Exercise instructions: So that nothing is lost, restate each entry exactly as supplied.
[Data for review Boundary: Start]
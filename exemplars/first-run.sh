#!/usr/bin/env bash
# From a fresh Debian 12 (root or sudo) to a theorem that Coq accepts and an appendix as PDF:
# installs what is missing, builds the program without its tests, exports one exemplar, replays it.
#
#   bash exemplars/first-run.sh [EXEMPLAR]
#
# SUMWRIGHT_BUILD names the build folder (default: build), SUMWRIGHT_OUT the folder to write
# (default: out). Exit status 0 when everything went well.
set -euo pipefail
root=$(cd "$(dirname "$0")/.." && pwd)
build=${SUMWRIGHT_BUILD:-$root/build}
out=${SUMWRIGHT_OUT:-$root/out}
claim=${1:-$root/exemplars/equal-faults.toml}

bash "$root/.ci/install.sh" build run
cmake -G Ninja -S "$root" -B "$build" -DCMAKE_BUILD_TYPE=Release -DSUMWRIGHT_TESTS=OFF
cmake --build "$build" --parallel "$(nproc)"

echo
"$build/sumwright" export "$claim" --out "$out"
echo
"$build/sumwright" replay "$out"
echo
# The folder takes the PDF only; what pdflatex leaves beside it goes elsewhere.
work=$(mktemp -d)
trap 'rm -rf "$work"' EXIT
cp "$out"/appendix*.tex "$work"
for pass in 1 2; do
  if ! (cd "$work" && pdflatex -interaction=nonstopmode -halt-on-error appendix-standalone.tex \
        >"pass-$pass.log"); then
    tail -20 "$work/pass-$pass.log" >&2
    exit 1
  fi
done
cp "$work/appendix-standalone.pdf" "$out/appendix.pdf"

cat <<END
The program                  $build/sumwright
The theorem, for Coq         $out/coq/Claim.v
The appendix, as PDF         $out/appendix.pdf
The appendix, for a paper    $out/appendix.tex
What was to be proved        $out/obligations.txt
END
[Data for review Boundary: End]
Output of the task:
filename exemplars/first-run.sh
#!/usr/bin/env bash
# From a fresh Debian 12 (root or sudo) to a theorem that Coq accepts and an appendix as PDF:
# installs what is missing, builds the program without its tests, exports one exemplar, replays it.
#
#   bash exemplars/first-run.sh [EXEMPLAR]
#
# SUMWRIGHT_BUILD names the build folder (default: build), SUMWRIGHT_OUT the folder to write
# (default: out). Exit status 0 when everything went well.
set -euo pipefail
root=$(cd "$(dirname "$0")/.." && pwd)
build=${SUMWRIGHT_BUILD:-$root/build}
out=${SUMWRIGHT_OUT:-$root/out}
claim=${1:-$root/exemplars/equal-faults.toml}

bash "$root/.ci/install.sh" build run
cmake -G Ninja -S "$root" -B "$build" -DCMAKE_BUILD_TYPE=Release -DSUMWRIGHT_TESTS=OFF
cmake --build "$build" --parallel "$(nproc)"

echo
"$build/sumwright" export "$claim" --out "$out"
echo
"$build/sumwright" replay "$out"
echo
# The folder takes the PDF only; what pdflatex leaves beside it goes elsewhere.
work=$(mktemp -d)
trap 'rm -rf "$work"' EXIT
cp "$out"/appendix*.tex "$work"
for pass in 1 2; do
  if ! (cd "$work" && pdflatex -interaction=nonstopmode -halt-on-error appendix-standalone.tex \
        >"pass-$pass.log"); then
    tail -20 "$work/pass-$pass.log" >&2
    exit 1
  fi
done
cp "$work/appendix-standalone.pdf" "$out/appendix.pdf"

cat <<END
The program                  $build/sumwright
The theorem, for Coq         $out/coq/Claim.v
The appendix, as PDF         $out/appendix.pdf
The appendix, for a paper    $out/appendix.tex
What was to be proved        $out/obligations.txt
END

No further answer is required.